EXERCISE:
Wherever a line below holds the word "const", copy that line.

Collection entries:

□ □ □ □

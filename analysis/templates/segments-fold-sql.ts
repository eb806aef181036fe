// The shared segment SQL: a metric by one dimension, with every segment past the top N folded
// into one "All others" row inside the database, so a dimension with thousands of values
// still sends only N + 1 rows (per period) to Node.
import type { DatasetConfig, Metric } from '../../config/schema.js';
import { CatalogError, groupableDimension, isAdditive, metricByName, rankDescending } from '../catalog.js';
import { type CompileContext, localDateExpr, measureSql, type PeriodScope, periodScope, rowCountSql, tableRef, whereClause } from '../compile-context.js';
import { addDays } from '../periods.js';
import { lifeColumnsSql, presenceToleranceDays, silentBeyondChanceSql } from '../presence.js';
import { coveredWindow } from './trend-points.js';
import { filterCondition } from '../sql/metric-sql.js';
import { QueryBuilder } from '../sql/query-builder.js';
import type { CompiledQuery, Grain, SubQuestion } from '../types.js';
import { complementaryFoldCtes, minGroupSize } from './small-groups.js';

/** Segments named before the rest are folded (bars and Pareto charts stay readable at this size). */
export const SEGMENT_TOP_N = 8;
/** The most segments a request can have named ("top 50 routes"): past this a bar chart is unreadable. */
export const MAX_NAMED_SEGMENTS = 20;

/** How many segments to name before the fold: as many as the request asked for ("top 10"), else SEGMENT_TOP_N. */
export function namedSegmentCount(sq: Pick<SubQuestion, 'rankLimit'>): number {
  return sq.rankLimit ? Math.min(Math.max(1, Math.floor(sq.rankLimit)), MAX_NAMED_SEGMENTS) : SEGMENT_TOP_N;
}

/**
 * A ranking of an average or a rate by its value names only segments with enough rows: at least
 * this share of the window's rows, kept between the two bounds (common practice: a value over a
 * few dozen rows swings too far to rank; the floor is said in the caption, as rank_min_rows), and
 * never more than `ofLargest` of the largest segment's rows: where every segment is a dozen
 * monthly readings, each is as firm as the others and all are ranked.
 */
export const RANK_FLOOR = { share: 0.01, least: 30, most: 100, ofLargest: 0.5 } as const;

/**
 * RANK_FLOOR as SQL over one row per segment: `rows` is the column with each segment's rows, read
 * with window functions over all the segments (so the SELECT it sits in must not be grouped).
 */
export function rankFloorSql(q: QueryBuilder, rows: string): string {
  const share = `CEIL(${q.bind(RANK_FLOOR.share)} * SUM(${rows}) OVER ())`;
  // The fraction is read as a double: PostgreSQL would take a bare parameter beside MAX(bigint) for a bigint.
  return q.dialect.toDouble(`LEAST(CEIL(${q.dialect.toDouble(q.bind(RANK_FLOOR.ofLargest))} * MAX(${rows}) OVER ()), GREATEST(${q.bind(RANK_FLOOR.least)}, LEAST(${q.bind(RANK_FLOOR.most)}, ${share})))`);
}

export interface FoldedQueryOptions {
  topN: number;
  /** Group by the period at this grain as well; null for one row per segment over the window. */
  grain: Grain | null;
  /** Also count the distinct months each row has data in (for "complete year" checks). */
  monthsWithRows?: boolean;
  /** Also return the window's total and sum of squared segment values, before folding (for shares and HHI). */
  totals?: boolean;
  /** A summed metric asked per row ("gross per film", sq.perRow): each segment's mean per row with a value, their count and median, instead of its total. */
  perRow?: boolean;
  /**
   * "Which shops have the most orders per day" (sq.perDay, a total that adds up over days, no
   * grain): each segment is ranked by its total over its own days, and `value` is that figure.
   * See `perDaySegmentsSql` for which days.
   */
  perDay?: boolean;
}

□ □ □ □

SOLUTION TO THIS TASK:
export const SEGMENT_TOP_N = 8;
export const MAX_NAMED_SEGMENTS = 20;
export const RANK_FLOOR = { share: 0.01, least: 30, most: 100, ofLargest: 0.5 } as const;
  const share = `CEIL(${q.bind(RANK_FLOOR.share)} * SUM(${rows}) OVER ())`;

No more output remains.